### Records for the task
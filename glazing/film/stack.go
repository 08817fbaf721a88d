package film

// Films thin enough for light to interfere: the amplitudes of a stack of them.
//
// In a medium of the index N = n + ik a plane wave has, in units of 2π/λ, the wave number κ along the
// films, which is the same in every medium, and q = √(N² − κ²) across them. Both polarisations follow
// one set of formulas in a tangential field F and its partner G, with G = yF in a wave that travels
// forward: F is the electric field and y = q for S, F the magnetic field and y = q/N² for P. A film
// joins the fields of its faces (Abelès, Ann. Phys. (Paris) 5 (1950) 596, from memory), with δ = 2πqd/λ:
//
//	F = cos δ F' − i sin δ/y G'
//	G = −i y sin δ F' + cos δ G'
//
// cos δ and sin δ have no bound where a film is opaque. They are taken times a = |exp(iδ)| ≤ 1, with
// which every term is bounded. The product of all a is kept beside the fields: only what is
// transmitted needs it, and it may come down to 0.

import "math"

// A Layer is a film at one wavelength: its index n + ik, which must not be 0, and its thickness.
type Layer struct {
	Index       complex128
	ThicknessNM float64
}

// An Amplitude holds what a stack reflects and transmits of a wave of the amplitude 1: R and T of light
// from the first medium, RBack and TBack of light from the last. T and TBack are of the electric
// field, R and RBack of the field that is tangential, so that at normal incidence P and S reflect
// opposite amplitudes. The share of the power is |R|², and |T|² times Re y of the last medium over
// Re y of the first, in P also times |N|² of the last over |N|² of the first.
type Amplitude struct{ R, T, RBack, TBack complex128 }

// Amplitudes returns the amplitudes of films between two half spaces, in both polarisations. The
// films are listed as light from the first medium meets them. The angle is that in the first
// medium; where that absorbs, κ = n sin θ is taken of its real part n, as of light that came into it
// from a transparent medium.
func Amplitudes(first complex128, films []Layer, last complex128, wavelengthNM, angleDeg float64) (s, p Amplitude) {
	sin, cos := math.Sincos(angleDeg * math.Pi / 180)
	along := float64(real(first) * sin * real(first) * sin)
	a, b := newMedium(first, along), newMedium(last, along)
	if imag(first) == 0 { // exact where the difference of squares is small
		a.q = complex(real(first)*cos, 0)
	}
	ya, yb := a.admittances(), b.admittances()
	c := newFields(yb)
	for i := range films {
		f := films[len(films)-1-i]
		m := newMedium(f.Index, along)
		x := m.crossing(along, 2*math.Pi/wavelengthNM*f.ThicknessNM)
		c.through(&x, m.square, 1/m.square, along)
		c.bound()
	}
	s = c[0].amplitude(ya[0], yb[0])
	if along == 0 {
		return s, Amplitude{R: -s.R, T: s.T, RBack: -s.RBack, TBack: s.TBack}
	}
	p = c[1].amplitude(ya[1], yb[1])
	p.T *= first / last
	p.TBack *= last / first
	return s, p
}

// A medium has the index squared and the wave number across the films.
type medium struct{ square, q complex128 }

// newMedium returns the medium of an index at κ².
func newMedium(index complex128, along float64) medium {
	n, k := real(index), imag(index)
	square := complex(float64((n-k)*(n+k)), 2*n*k)
	qr, qi, _ := wave(real(square)-along, imag(square))
	return medium{square, complex(qr, qi)}
}

// admittances are y of S and of P.
func (m medium) admittances() [2]complex128 { return [2]complex128{m.q, product(m.q, 1/m.square)} }

// crossing is that of a film of the medium, from κ² and 2πd/λ.
func (m medium) crossing(along, kd float64) (x crossing) {
	x.root(real(m.square)-along, imag(m.square))
	x.set(kd)
	return x
}

// wave returns q and |q|² from q²: the root in the upper half plane, from the larger part as in root.
// Where q is 0 a negligible one stands in, so that sin δ/q keeps its limit.
func wave(qqr, qqi float64) (qr, qi, h float64) {
	const negligible = 1e-30
	h = math.Sqrt(float64(qqr*qqr) + float64(qqi*qqi))
	if h == 0 {
		return negligible, 0, negligible * negligible
	}
	if qqr >= 0 {
		qr = math.Sqrt((h + qqr) / 2)
		return qr, qqi / (2 * qr), h
	}
	qi = math.Sqrt((h - qqr) / 2)
	return qqi / (2 * qi), qi, h
}

// columns are the fields at a face of a stack, in one polarisation, that two waves in the last medium belong
// to: F, G to the one that leaves, (1, y), and H, K to the one that arrives, (1, −y). The fields are times
// crossed.
type columns struct {
	fr, fi, gr, gi, hr, hi, kr, ki float64
	crossed                        float64
}

// fields are the columns of S and P.
type fields [2]columns

// newFields returns the fields in the last medium, of the y of S and P.
func newFields(y [2]complex128) fields {
	return fields{newColumns(y[0]), newColumns(y[1])}
}

func newColumns(y complex128) columns {
	return columns{fr: 1, gr: real(y), gi: imag(y), hr: 1, kr: -real(y), ki: -imag(y), crossed: 1}
}

// A crossing is the matrix of a film in S, times a: F' = C F + A G, G' = B F + C G, with
//
//	C = a cos δ    A = S/q    B = qS    S = −i a sin δ
//
// and q, |q|². Without loss, and where the wave is not evanescent, it is plain: C is real, A and B imaginary.
// It is made in two steps, of which each runs through many wavelengths faster than both together.
type crossing struct {
	cr, ci, ar, ai, br, bi float64
	a                      float64
	qr, qi, qq             float64
	plain                  bool
}

// root sets q from q².
func (x *crossing) root(qqr, qqi float64) {
	x.plain = qqi == 0 && qqr > 0
	if x.plain {
		x.qr, x.qi = math.Sqrt(qqr), 0
		return
	}
	x.qr, x.qi, x.qq = wave(qqr, qqi)
}

// nearCritical is the |q|² below which a film's wave runs almost along it.
const nearCritical = 1e-3

// set sets the matrix from q and 2πd/λ. With the real and imaginary part φ, β of δ, and so a = exp(−β):
//
//	C = cos φ (1 + a²)/2 − i sin φ (1 − a²)/2
//	S = cos φ (1 − a²)/2 − i sin φ (1 + a²)/2
func (x *crossing) set(kd float64) {
	qr, qi := x.qr, x.qi
	if x.plain {
		sin, cos := math.Sincos(kd * qr)
		x.cr, x.ai, x.bi, x.a = cos, -sin/qr, -sin*qr, 1
		return
	}
	a := math.Exp(-kd * qi)
	sin, cos := math.Sincos(kd * qr)
	plus, minus := (1+float64(a*a))/2, (1-float64(a*a))/2
	if x.qq < nearCritical { // S is divided by q
		minus = -math.Expm1(-2*kd*qi) / 2
	}
	sr, si := cos*minus, -sin*plus
	inverse := 1 / x.qq
	x.cr, x.ci = cos*plus, -sin*minus
	x.ar, x.ai = (float64(sr*qr)+float64(si*qi))*inverse, (float64(si*qr)-float64(sr*qi))*inverse
	x.br, x.bi = float64(sr*qr)-float64(si*qi), float64(sr*qi)+float64(si*qr)
	x.a = a
}

// through takes the fields through one more film, of N² and its inverse, at κ². In P, y = q/N². At normal
// incidence, κ = 0, both polarisations are one, and S alone is computed.
func (c *fields) through(x *crossing, square, inverse complex128, along float64) {
	er, ei, ir, ii := real(square), imag(square), real(inverse), imag(inverse)
	cr, ci, ar, ai, br, bi := x.cr, x.ci, x.ar, x.ai, x.br, x.bi
	if x.plain {
		for i := range c {
			x := &c[i]
			fr, fi, gr, gi, hr, hi, kr, ki := x.fr, x.fi, x.gr, x.gi, x.hr, x.hi, x.kr, x.ki
			x.fr, x.fi = float64(cr*fr)-float64(ai*gi), float64(cr*fi)+float64(ai*gr)
			x.gr, x.gi = float64(cr*gr)-float64(bi*fi), float64(cr*gi)+float64(bi*fr)
			x.hr, x.hi = float64(cr*hr)-float64(ai*ki), float64(cr*hi)+float64(ai*kr)
			x.kr, x.ki = float64(cr*kr)-float64(bi*hi), float64(cr*ki)+float64(bi*hr)
			if along == 0 {
				return
			}
			ai, bi = ai*er, bi*ir
		}
		return
	}
	a := x.a
	for i := range c {
		x := &c[i]
		fr, fi, gr, gi := x.fr, x.fi, x.gr, x.gi
		x.fr = (float64(cr*fr) - float64(ci*fi)) + (float64(ar*gr) - float64(ai*gi))
		x.fi = (float64(cr*fi) + float64(ci*fr)) + (float64(ar*gi) + float64(ai*gr))
		x.gr = (float64(br*fr) - float64(bi*fi)) + (float64(cr*gr) - float64(ci*gi))
		x.gi = (float64(br*fi) + float64(bi*fr)) + (float64(cr*gi) + float64(ci*gr))
		hr, hi, kr, ki := x.hr, x.hi, x.kr, x.ki
		x.hr = (float64(cr*hr) - float64(ci*hi)) + (float64(ar*kr) - float64(ai*ki))
		x.hi = (float64(cr*hi) + float64(ci*hr)) + (float64(ar*ki) + float64(ai*kr))
		x.kr = (float64(br*hr) - float64(bi*hi)) + (float64(cr*kr) - float64(ci*ki))
		x.ki = (float64(br*hi) + float64(bi*hr)) + (float64(cr*ki) + float64(ci*kr))
		x.crossed *= a
		if along == 0 {
			return
		}
		ar, ai = float64(ar*er)-float64(ai*ei), float64(ar*ei)+float64(ai*er)
		br, bi = float64(br*ir)-float64(bi*ii), float64(br*ii)+float64(bi*ir)
	}
}

// bound scales the fields down if they have grown, as they do film by film where metals and dielectrics
// alternate. It is needed after eight films at the latest.
func (c *fields) bound() {
	const large, scale = 0x1p200, 0x1p-200
	for i := range c {
		x := &c[i]
		if max(math.Abs(x.fr), math.Abs(x.fi), math.Abs(x.gr), math.Abs(x.gi)) < large {
			continue
		}
		for _, f := range []*float64{&x.fr, &x.fi, &x.gr, &x.gi, &x.hr, &x.hi, &x.kr, &x.ki, &x.crossed} {
			*f *= scale
		}
	}
}

// amplitude closes the stack with its first medium: R = (yF − G)/(yF + G), RBack = −(yH + K)/(yF + G), and
// T = 2y/(yF + G) with y of the medium that the light comes from. What is transmitted is F.
func (c *columns) amplitude(first, last complex128) Amplitude {
	f, g, h, k := complex(c.fr, c.fi), complex(c.gr, c.gi), complex(c.hr, c.hi), complex(c.kr, c.ki)
	a, b := product(first, f), product(first, h)
	all := a + g
	return Amplitude{
		R: (a - g) / all, RBack: -(b + k) / all,
		T: 2 * first / all * complex(c.crossed, 0), TBack: 2 * last / all * complex(c.crossed, 0),
	}
}

// product is a product of complex numbers that no processor fuses.
func product(a, b complex128) complex128 {
	return complex(float64(real(a)*real(b))-float64(imag(a)*imag(b)), float64(real(a)*imag(b))+float64(imag(a)*real(b)))
}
######
__What the task asks__: Please transcribe only the lines in the records above running from the line that has "type fields [2]columns" through the line that has "type crossing struct", both included, exactly as they appear.

__Solution to this problem__:
type fields [2]columns

// newFields returns the fields in the last medium, of the y of S and P.
func newFields(y [2]complex128) fields {
	return fields{newColumns(y[0]), newColumns(y[1])}
}

func newColumns(y complex128) columns {
	return columns{fr: 1, gr: real(y), gi: imag(y), hr: 1, kr: -real(y), ki: -imag(y), crossed: 1}
}

// A crossing is the matrix of a film in S, times a: F' = C F + A G, G' = B F + C G, with
//
//	C = a cos δ    A = S/q    B = qS    S = −i a sin δ
//
// and q, |q|². Without loss, and where the wave is not evanescent, it is plain: C is real, A and B imaginary.
// It is made in two steps, of which each runs through many wavelengths faster than both together.
type crossing struct {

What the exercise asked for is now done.